Gwen struggled to wake up. Everything was heavy; it felt like there were sandbags on her body. When the room finally came into focus, a young woman she’d never seen before was sitting in the corner. She was wearing a ranger uniform, olive pants and khaki shirt. A wide-brimmed hat sat on a table behind her; a walkie-talkie and gun were attached to her belt. She had long dark hair that was pulled back into a ponytail, and smooth olive skin, and she looked too young to be a ranger—especially when she saw that Gwen was awake and her face broke into a smile, which carved two perfect dimples into her cheeks.

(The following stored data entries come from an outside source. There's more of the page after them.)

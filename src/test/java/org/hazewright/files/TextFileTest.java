package org.hazewright.files;

import static org.junit.jupiter.api.Assertions.assertEquals;
import static org.junit.jupiter.api.Assertions.assertThrows;
import static org.junit.jupiter.api.Assertions.assertTrue;
import static org.junit.jupiter.api.Assumptions.assumeTrue;

import java.io.IOException;
import java.nio.charset.StandardCharsets;
import java.nio.file.Files;
import java.nio.file.Path;
import java.nio.file.attribute.PosixFilePermissions;
import org.junit.jupiter.api.Test;
import org.junit.jupiter.api.io.TempDir;

class TextFileTest {
    @TempDir
    Path folder;

    @Test
    void givesTextWithoutItsByteOrderMarkAndTheHashOfItsBytes() throws IOException {
        Path file = folder.resolve("a.toml");
        Files.write(file, new byte[] {(byte) 0xEF, (byte) 0xBB, (byte) 0xBF, 'a', 'b', 'c'});
        assertEquals("abc", TextFile.read(file).text());
        Files.writeString(file, "abc");
        // FIPS 180-4, SHA-256 example of the one-block message "abc"
        assertEquals(
                "ba7816bf8f01cfea414140de5dae2223b00361a396177a9cb410ff61f20015ad",
                TextFile.read(file).sha256());
    }

    @Test
    void aMissingFileIsRefusedWithTheNearestName() throws IOException {
        Files.writeString(folder.resolve("forearm.brief.toml"), "");
        Path file = folder.resolve("foream.brief.toml");
        FileRefusal refusal = assertThrows(FileRefusal.class, () -> TextFile.read(file));
        assertEquals(file + ": There is no such file. Perhaps forearm.brief.toml is meant.", refusal.getMessage());
        assertEquals(0, refusal.line());
    }

    @Test
    void aMissingFolderIsNamed() {
        Path file = folder.resolve("no").resolve("a.toml");
        assertTrue(refused(file).contains("the folder no does not exist"));
    }

    @Test
    void aFolderIsRefused() {
        assertTrue(refused(folder).contains("This is a folder"));
    }

    @Test
    void anotherEncodingIsRefusedAtItsFirstByte() throws IOException {
        Path file = folder.resolve("latin.toml");
        Files.write(file, "a = 1\nb = \"µm é\"\n".getBytes(StandardCharsets.ISO_8859_1));
        FileRefusal refusal = assertThrows(FileRefusal.class, () -> TextFile.read(file));
        assertEquals(2, refusal.line());
        assertEquals(6, refusal.column());
        assertTrue(refusal.getMessage().contains("Save it as UTF-8"));
    }

    @Test
    void theCharacterThatStandsForAnUnknownOneIsText() throws IOException {
        assertEquals(
                "\uFFFD",
                TextFile.read(Files.writeString(folder.resolve("a.toml"), "\uFFFD"))
                        .text());
    }

    @Test
    void moreThanFourMegabytesAreRefused() throws IOException {
        Path file = folder.resolve("big.csv");
        Files.write(file, new byte[TextFile.MOST_BYTES + 1]);
        assertTrue(refused(file).contains("larger than 4 MB"));
        Files.write(file, "a".repeat(TextFile.MOST_BYTES).getBytes(StandardCharsets.US_ASCII));
        assertEquals(TextFile.MOST_BYTES, TextFile.read(file).text().length());
    }

    @Test
    void aDeviceIsRefusedWithoutBeingRead() {
        Path device = Path.of("/dev/zero");
        assumeTrue(Files.exists(device));
        assertTrue(refused(device).contains("not an ordinary file"));
    }

    @Test
    void aFileThatMayNotBeReadIsRefused() throws IOException {
        Path file = Files.writeString(folder.resolve("locked.toml"), "a = 1");
        assumeTrue(Files.getFileStore(file).supportsFileAttributeView("posix"));
        Files.setPosixFilePermissions(file, PosixFilePermissions.fromString("---------"));
        assumeTrue(!Files.isReadable(file), "an administrator may read everything");
        assertTrue(refused(file).contains("permissions forbid it"));
    }

    private static String refused(Path file) {
        FileRefusal refusal = assertThrows(FileRefusal.class, () -> TextFile.read(file));
        assertTrue(refusal.getMessage().startsWith(file + ": "), refusal.getMessage());
        return refusal.getMessage();
    }
}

“Well, hello,” she said, sitting up straight. She sounded young too, collegiate even.

“Where am I?” Gwen’s own voice sounded strange to her, like she was talking through cotton. Had she seen this woman before?

“You’re in Mercy Hospital, Inyo County,” the ranger answered, pulling her chair up to the side of the bed. “You’ve been asleep for about three days.”

“Three days!” Gwen looked past the woman at the beige walls, the heavy institutional door. “What day is it?”

“July 5. A Thursday.”

Gwen took this in. Thursday. They’d been gone for a week. Somehow it felt more like a year.

“You were pretty out of it in the helicopter,” the ranger said. “Unconscious by the time we got here. It was mostly heat exhaustion, dehydration, so they’ve been pumping you with fluids. And now here you are, back with us again.”

“You were in the helicopter with me?” Gwen vaguely remembered swinging through space and being pulled into the copter. She remembered this same voice, urgent and full of authority. The same too-young-looking face.

“I was there. I’m Jessica Montez, by the way. I’m a National Park Service ranger—Law Enforcement and Search and Rescue.” She held her hand out and Gwen lifted her own to shake it. Her arm felt weak, and for the first time she noticed the tube that fed into it, attached to bag of fluids at the side of the bed.